We all use autocorrect. We all remember autocorrect mistakes. But we rarely think about how autocorrect shapes our vocabulary, the very way in which we communicate. This was just one of the issues that the second day’s keynote address, on AI and journalism, set off to investigate. AI already has a massive impact on modern journalism – some news outlets even use it to tailor headlines to specific audiences. Facebook’s News Feed similarly prioritises certain topics over others, effectively deciding what type of media we wish to consume. The problem is that such AIs are not value neutral. Some of them base their decisions based on commercial considerations, showing us the most profitable content. Others are based on historical data and could therefore end up reflecting our existing racial and gender biases. None of those questions have an easy solution. AI has become an inescapable part of our modern world and we can no longer ignore it. All we can do is become more aware of it.

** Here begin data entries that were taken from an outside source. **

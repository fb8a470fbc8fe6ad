import { z } from 'zod'
import { mustHaveKinds } from './requirements'
import type { MustHaveKind } from './requirements'

const n = z.number().nullable()

/** A number that is known within an interval only: simulated, or held between two bounds. */
export const interval = z.object({ value: z.number(), low: z.number(), high: z.number() })
/** A number, exact within its tolerance, or an interval where only that is known. */
export const estimate = z.union([z.number(), interval])
const e = estimate.nullable()

/** A must-have judged on unrounded numbers. */
export const check = z.object({
  id: z.string(), kind: z.enum(Object.keys(mustHaveKinds) as MustHaveKind[]),
  passes: z.boolean(),
  /** by how much it holds (positive) or fails (negative), in the kind's unit; null where the row has no such number */
  by: n,
  sentence: z.string(),
})

/** One link case of a row, in dB. */
export const caseValues = z.object({
  id: z.string(), name: z.string(),
  availableEsN0Db: z.number(), marginDb: e, requiredMarginDb: z.number(), surplusDb: e,
})

/**
 * What a row's required SNR rests on: the exact SER or BER, the union bound where nothing better is known, a rate threshold with the
 * decoder's gap, or a value entered.
 */
export const requiredWays = ['serExact', 'serUnion', 'berExact', 'bitMetricRate', 'mutualInformation', 'entered'] as const
export type RequiredWay = (typeof requiredWays)[number]

/**
 * Computed cells of a row. SNR in dB, rates in Hz and bit/s, probabilities plain.
 * null where a row has no such number (an entered scheme has no geometry).
 */
export const candidateValues = z.object({
  order: z.int().nullable(), dimensions: z.int().nullable(), bitsPerSymbol: n, netBits: z.number(),
  meanEnergy: n, peakEnergy: n, paprDb: n,
  /** at Es = 1 */
  minimumDistance: n,
  /** in signal units after the row's normalisation */
  spacing: n,
  nearestMean: n, relevantMean: n, asymptoticEfficiencyDb: n,
  /** what the required SNR rests on */
  requiredBy: z.enum(requiredWays),
  requiredEsN0Db: e, requiredEbN0Db: e, requiredEpkN0Db: e,
  /** whether the error rate crosses the target more than once, and the rate below which it never falls, if there is one */
  crossedMoreThanOnce: z.boolean(), errorFloor: n,
  requiredUnionEsN0Db: n, requiredAllPairsEsN0Db: n, requiredNearestEsN0Db: n,
  boundPenaltyDb: e, gapToCapacityDb: e, evmPercent: e,
  /** null where it is not used and cannot be simulated */
  backOffDb: n, backOffErrorDb: n,
  symbolRateHz: z.number(), occupiedBandwidthHz: z.number(), netBitRate: z.number(), spectralEfficiency: z.number(),
  cases: z.array(caseValues),
  /** of the case that decides */
  decidingCase: z.string().nullable(),
  availableEsN0Db: z.number(), availableEbN0Db: z.number(), marginDb: e, requiredMarginDb: z.number(), surplusDb: e,
  implementationLossDb: z.number(), rollOff: z.number(),
  receiverThresholdDbm: e,
  serUnion: n, serAllPairs: n, serNearest: n, serExact: e,
  passes: z.boolean(),
  verdict: z.string(),
  checks: z.array(check),
})
export type CandidateValues = z.infer<typeof candidateValues>

const series = z.array(z.number())
const band = series.optional()

/**
 * SER of one row over its SNR range: empty where the row has no curve of that way.
 * Where only an interval is known, serExact holds the estimate and serLow and serHigh its ends.
 */
export const candidateCurves = z.object({ esN0Db: series, serUnion: series, serNearest: series, serExact: series, serLow: band, serHigh: band })
export type CandidateCurves = z.infer<typeof candidateCurves>

/** BER of one row over its SNR range: empty where the row has no curve of that way. */
export const bitErrorCurves = z.object({ esN0Db: series, berAllPairs: series, berNearest: series, berExact: series })
export type BitErrorCurves = z.infer<typeof bitErrorCurves>

/** Information rates of one row over its SNR range, bit per symbol; the bit-metric rate is empty without labels. */
export const informationCurves = z.object({
  esN0Db: series, mutualInformation: series, bitMetricRate: series,
  mutualInformationLow: band, mutualInformationHigh: band, bitMetricRateLow: band, bitMetricRateHigh: band,
})
export type InformationCurves = z.infer<typeof informationCurves>

/** GET /api/candidates/{id}/curves?quantity= */
export const curvesQuery = z.strictObject({ quantity: z.enum(['ser', 'ber', 'rate'], { error: 'The quantity is ser, ber or rate.' }).default('ser') })
export type CurveQuantity = z.infer<typeof curvesQuery>['quantity']

/**
 * GET /api/candidates/{id}/constellation: what the close-up draws, at unit mean energy. Points of more than two dimensions are drawn by their
 * first two coordinates, without cells.
 */
export const candidateConstellation = z.object({
  dimensions: z.int(),
  points: z.array(z.array(z.number())),
  /** cell of each point as a polygon, clipped to the box */
  cells: z.array(z.array(z.array(z.number()))),
  box: z.number(),
  /** `share`: part of the point's own sum in the union bound at the row's available Es/N0 that this neighbour makes; null while that is not known */
  neighbours: z.array(z.array(z.object({ point: z.int(), distance: z.number(), nearest: z.boolean(), share: n }))),
  minimumDistance: z.number(),
  /** null where the points have none */
  labels: z.array(z.string()).nullable(),
  /** null: all 1/M */
  probabilities: z.array(z.number()).nullable(),
  /** symbol error probability of each point at the available Es/N0; null where it is not known by point */
  errorByPoint: z.array(z.number()).nullable(),
  availableEsN0Db: n,
})
export type CandidateConstellation = z.infer<typeof candidateConstellation>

Christiaan Triebert (Bellingcat) – Fact-checking video narratives of conflict: Analysing airstrikes in Syria and Iraq.

The second part of the day was dedicated to an unconference. An unconference consists of ad-hoc panels and discussion sessions, with everyone contributing. Talks were spread across many different rooms and looked at many topics, from geo-mapping to activism. Ours looked at the future of activism online. Many forget that activism is a two-way process: activists need to both speak out and listen. The first one is easy in an age of social media. The second one has become much more difficult. Social media has placed many of us in echo chambers and filter bubbles, which means that we only listen to one side of the political dispute. This process is often voluntary – we frequently befriend and follow those who share our views – but social media algorithms also tend to select articles that we agree with. This introduces very deep difficulties for activists who would like to reach out to another side of the political spectrum. None of us had an immediate solution to this problem. But, in a typically optimistic CheckCon fashion, we agreed to discuss it further, exchanged contact details, and continue to dream of and work on a world in which such issues can be overcome.